The string "seed" appears in some lines of the data. Report how many, with no other words.

--- START ---

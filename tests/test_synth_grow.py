"""`synth --grow WEEKS --growth RATE`: weekly deltas of the parcel network.

Checks against the definitions the generator states: preferential attachment (Barabási &
Albert 1999) draws an existing depot with probability (routes + 1) / sum, so the mean routes
of the depots new depots attach to is the size-biased mean sum d (d + 1) / sum (d + 1) (a
known property of degree-proportional sampling), far above the plain mean; routes stay
within a role with probability `homophily`, as in `parcel_network`.
"""
from __future__ import annotations

import numpy as np

from shardtrain.data.synth import grow_parcel_network, parcel_network


def test_new_depots_attach_preferentially_and_by_role():
    g = parcel_network(4000, 10.0, 6, 8, seed=3)
    (delta,) = grow_parcel_network(g, 1, 0.2, seed=3, homophily=0.8)
    n = g.num_vertices
    e = delta["edges"]
    assert e.shape[1] == 2 and (e[:, 0] < e[:, 1]).all()
    new_routes = e[e[:, 1] >= n]
    old_end = new_routes[:, 0]
    assert (old_end < n).all()                     # new depots attach to existing ones
    d = g.degrees.astype(np.float64)
    size_biased = float((d * (d + 1)).sum() / (d + 1).sum())
    got = float(d[old_end].mean())
    assert abs(got - size_biased) < 0.1 * size_biased, (got, size_biased, d.mean())
    assert got > 1.5 * d.mean()
    labels = np.concatenate([g.labels, delta["vertices"]["labels"]])
    same = float(np.mean(labels[new_routes[:, 0]] == labels[new_routes[:, 1]]))
    assert abs(same - 0.8) < 0.04, same
    # every row is a change: no loops, repeats, or routes already present
    keys = e[:, 0] * (n + 1000) + e[:, 1]
    assert np.unique(keys).shape[0] == keys.shape[0]
    rows = np.repeat(np.arange(n), g.degrees)
    old_keys = set((rows * (n + 1000) + g.indices).tolist())
    assert not old_keys & set(keys.tolist())
    v = delta["vertices"]
    assert v["features"].shape == (800, 8) and v["features"].dtype == g.features.dtype
    assert not v["train_mask"].any() and v["test_mask"].all()


def test_growth_is_deterministic_and_compounds():
    g = parcel_network(1000, 8.0, 4, 4, seed=1)
    a = grow_parcel_network(g, 3, 0.05, seed=9)
    b = grow_parcel_network(g, 3, 0.05, seed=9)
    for x, y in zip(a, b):
        assert np.array_equal(x["edges"], y["edges"])
    sizes = [d["vertices"]["labels"].shape[0] for d in a]
    assert sizes == [50, 52, 55]                   # 5 % of 1000, 1050, 1102 (rounded)
    assert a[1]["edges"].max() < 1000 + 50 + 52    # week 2 names only ids that exist by then


def test_grow_cli_writes_deltas_that_update_takes(tmp_path, run_cli):
    out = tmp_path / "net.npz"
    r = run_cli("synth", out, "--vertices", "600", "--features", "6", "--grow", "2")
    assert r.returncode == 0, r.stderr
    r = run_cli("split", out, "--workers", "2", "--method", "fennel", "--out", tmp_path / "w0")
    assert r.returncode == 0, r.stderr
    for week in (1, 2):
        r = run_cli("update", tmp_path / f"w{week - 1}",
                    "--add-vertices", tmp_path / f"net.week{week:02d}.vertices.npz",
                    "--add-edges", tmp_path / f"net.week{week:02d}.edges.npz",
                    "--out", tmp_path / f"w{week}", "--no-fresh")
        assert r.returncode == 0, r.stderr
        assert "note" not in r.stderr                 # every row a valid change
    r = run_cli("synth", out, "--growth", "0.1")
    assert r.returncode == 2 and "--grow" in r.stderr
    r = run_cli("synth", tmp_path / "x.npz", "--grow", "2", "--growth", "3")
    assert r.returncode == 2 and "--growth" in r.stderr and "Traceback" not in r.stderr
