"""Checkpoint and resume of the single-process reference run (`train --reference`).

Source of truth: the uninterrupted run itself and the exact arithmetic of IEEE float64: a
resumed run repeats the very same operations in the same order (the epoch keys the dropout
stream; the checkpoint holds the weights and the Adam moments and step), so its final
weights must be identical, not merely close (common practice for deterministic
checkpointing, as in tests/test_faults.py for the partitioned run).
"""
from __future__ import annotations

import json
import os
import signal
import subprocess
import sys
import time

import numpy as np
import pytest
from helpers import depot_graph, save_graph

from shardtrain.cli import main
from shardtrain.data.graph import fingerprint
from shardtrain.train import checkpoint as ck
from shardtrain.train import model
from shardtrain.train.reference import model_dims, train_reference
from shardtrain.train.settings import TrainSettings

SETTINGS = TrainSettings(layers=2, hidden=8, dropout=0.5, lr=0.01, weight_decay=5e-4,
                         epochs=7, seed=5, dtype="float64", bias=True)


class _Stop(Exception):
    """Stands for the process dying after an epoch."""


def _plan(graph, folder, every) -> dict:
    identity = ck.run_identity(SETTINGS, workers=1, dims=model_dims(graph, SETTINGS),
                               graph_fingerprint=fingerprint(graph), shards_fingerprint=None,
                               mode="reference")
    return {"folder": str(folder), "every": every, "identity": identity}


def _assert_bit_equal(got: dict, want: dict):
    assert sorted(got) == sorted(want)
    for name in want:
        assert got[name].dtype == want[name].dtype == np.float64
        assert np.array_equal(got[name], want[name]), name   # bit for bit, not allclose
        assert got[name].tobytes() == want[name].tobytes(), name


@pytest.fixture(scope="module")
def graph():
    return depot_graph(n=200)


@pytest.fixture(scope="module")
def uninterrupted(graph):
    return model.params_to_arrays(train_reference(graph, SETTINGS).params)


@pytest.mark.parametrize("stop_after, every", [(3, 2), (4, 2), (1, 1)])
def test_resumed_reference_equals_the_uninterrupted_run(graph, uninterrupted, tmp_path,
                                                        stop_after, every):
    folder = tmp_path / "ck"
    plan = _plan(graph, folder, every)
    write = ck.epoch_writer(plan, SETTINGS.epochs)

    def end_of_epoch(epoch, params, adam):
        write(epoch, params, adam)
        if epoch == stop_after:
            raise _Stop()
    with pytest.raises(_Stop):
        train_reference(graph, SETTINGS, on_epoch_end=end_of_epoch)
    saved = ck.read_checkpoint(folder)
    assert saved.epoch == stop_after - stop_after % every
    assert saved.doc["mode"] == "reference" and saved.doc["workers"] == 1
    ck.check_resumable(saved, plan["identity"], epochs=SETTINGS.epochs)

    seen = []
    resumed = train_reference(graph, SETTINGS, init_params=saved.params, init_adam=saved.adam,
                              first_epoch=saved.epoch + 1, on_epoch=seen.append,
                              on_epoch_end=ck.epoch_writer(plan, SETTINGS.epochs))
    assert [r["epoch"] for r in resumed.epochs] == list(range(saved.epoch + 1, 8))
    assert seen == resumed.epochs
    _assert_bit_equal(model.params_to_arrays(resumed.params), uninterrupted)
    assert ck.read_checkpoint(folder).epoch == SETTINGS.epochs
    assert sorted(p.name for p in folder.iterdir()) == ["checkpoint.json", "state-000007.npz"]


def test_resume_without_the_adam_state_is_not_the_same_run(graph, uninterrupted, tmp_path):
    """The check above can fail: dropping the optimiser state changes the weights."""
    folder = tmp_path / "ck"
    plan = _plan(graph, folder, 3)
    write = ck.epoch_writer(plan, SETTINGS.epochs)
    train_reference(graph, TrainSettings(**{**SETTINGS.to_dict(), "epochs": 3}),
                    on_epoch_end=write)
    saved = ck.read_checkpoint(folder)
    fresh = train_reference(graph, SETTINGS, init_params=saved.params, first_epoch=4)
    got = model.params_to_arrays(fresh.params)
    assert not all(np.array_equal(got[k], uninterrupted[k]) for k in uninterrupted)


# ---------------------------------------------------------------- through the CLI

CLI = ["--reference", "--dtype", "float64", "--hidden", "8", "--seed", "5", "--quiet"]


@pytest.fixture(scope="module")
def files(tmp_path_factory):
    """A graph, another graph, a reference checkpoint and a partitioned checkpoint."""
    d = tmp_path_factory.mktemp("ref")
    save_graph(d / "g.npz", depot_graph(n=200))
    save_graph(d / "other.npz", depot_graph(n=200, seed=4))
    assert main(["train", str(d / "g.npz"), *CLI, "--epochs", "4", "--checkpoint",
                 str(d / "ck_ref"), "--checkpoint-every", "2"]) == 0
    assert main(["train", str(d / "g.npz"), "--workers", "2", "--method", "random",
                 "--epochs", "4", "--dtype", "float64", "--hidden", "8", "--seed", "5",
                 "--quiet", "--timeout", "20", "--checkpoint", str(d / "ck_part")]) == 0
    return d


REFUSED = [
    ("partitioned checkpoint", ["{g}", *CLI, "--epochs", "6", "--resume", "{d}/ck_part"],
     r"--resume .*ck_part: the checkpoint was written by a partitioned run, this is a "
     r"reference run"),
    ("reference checkpoint, partitioned run",
     ["{g}", "--workers", "2", "--method", "random", "--dtype", "float64", "--hidden", "8",
      "--seed", "5", "--quiet", "--epochs", "6", "--resume", "{d}/ck_ref"],
     r"--resume .*ck_ref: the checkpoint was written by a reference run, this is a "
     r"partitioned run .*with --reference"),
    ("hidden differs", ["{g}", *CLI, "--epochs", "6", "--hidden", "9", "--resume",
                        "{d}/ck_ref"], r"--hidden: this run asks for 9, .* with 8"),
    ("seed differs", ["{g}", *CLI, "--epochs", "6", "--seed", "6", "--resume", "{d}/ck_ref"],
     r"--seed: this run asks for 6"),
    ("other graph", ["{d}/other.npz", *CLI, "--epochs", "6", "--resume", "{d}/ck_ref"],
     r"other\.npz: a different graph from the checkpoint's"),
    ("already finished", ["{g}", *CLI, "--epochs", "4", "--resume", "{d}/ck_ref"],
     r"--epochs 4: the checkpoint .* already at epoch 4"),
    ("checkpoint folder taken", ["{g}", *CLI, "--epochs", "6", "--checkpoint", "{d}/ck_ref"],
     r"--checkpoint .*ck_ref: holds a checkpoint already"),
    ("slow worker", ["{g}", *CLI, "--slow-worker", "0:2"],
     r"--slow-worker: not available with --reference"),
]


def _listing(folder) -> list[str]:
    return sorted(f"{p.relative_to(folder)} {p.stat().st_size}" for p in folder.rglob("*"))


@pytest.mark.parametrize("case", REFUSED, ids=[c[0] for c in REFUSED])
def test_contradicting_resume_is_refused(files, capsys, case):
    import re

    _, template, pattern = case
    argv = ["train", *(a.format(g=files / "g.npz", d=files) for a in template)]
    before = _listing(files)
    capsys.readouterr()
    code = main(argv)
    err = capsys.readouterr().err
    lines = err.strip().splitlines()
    assert code == 2, err
    assert len(lines) == 1 and "Traceback" not in err, err
    assert re.search(pattern, lines[0]), lines[0]
    assert _listing(files) == before


def _cli(*args):
    return subprocess.Popen([sys.executable, "-m", "shardtrain", "train", *map(str, args)],
                            stdout=subprocess.PIPE, stderr=subprocess.PIPE, text=True,
                            start_new_session=True)


@pytest.mark.slow
def test_ctrl_c_keeps_the_checkpoint_and_resume_is_bit_exact(files, tmp_path):
    """A SIGINT lands mid-run (each epoch writes a checkpoint, so the run is slow enough
    to be caught); the resumed run, checkpointing rarely, ends on the same bits."""
    epochs = ["--epochs", "2000"]
    full = _cli(files / "g.npz", *CLI, *epochs, "--weights", tmp_path / "full.npz")
    folder = tmp_path / "ck"
    run = _cli(files / "g.npz", *CLI, *epochs, "--checkpoint", folder,
               "--checkpoint-every", "1")
    deadline = time.monotonic() + 60
    while (ck.latest_epoch(folder) or 0) < 3:
        assert run.poll() is None and time.monotonic() < deadline, run.communicate()
        time.sleep(0.01)
    os.killpg(run.pid, signal.SIGINT)        # a terminal's Ctrl-C reaches the group
    _, err = run.communicate(timeout=30)
    assert run.returncode == 4, err
    lines = err.strip().splitlines()
    assert len(lines) == 1 and "Traceback" not in err, err
    saved = ck.read_checkpoint(folder)
    assert 3 <= saved.epoch < 2000
    assert f"(epoch {saved.epoch}) is intact in {folder}" in lines[0], lines[0]
    assert f"--resume {folder}" in lines[0], lines[0]

    resumed = _cli(files / "g.npz", *CLI, *epochs, "--resume", folder, "--checkpoint-every",
                   "100000", "--weights", tmp_path / "resumed.npz", "--json",
                   tmp_path / "run.json")
    assert resumed.wait(120) == 0, resumed.communicate()
    assert full.wait(120) == 0, full.communicate()
    with np.load(tmp_path / "full.npz", allow_pickle=False) as a, \
            np.load(tmp_path / "resumed.npz", allow_pickle=False) as b:
        _assert_bit_equal(dict(b), dict(a))
    doc = json.loads((tmp_path / "run.json").read_text())
    assert doc["mode"] == "reference"
    assert doc["resumed_from"]["epoch"] == saved.epoch
    assert [e["epoch"] for e in doc["epochs"]] == list(range(saved.epoch + 1, 2001))
    assert ck.read_checkpoint(folder).epoch == 2000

--- END ---

# [Expected output]
12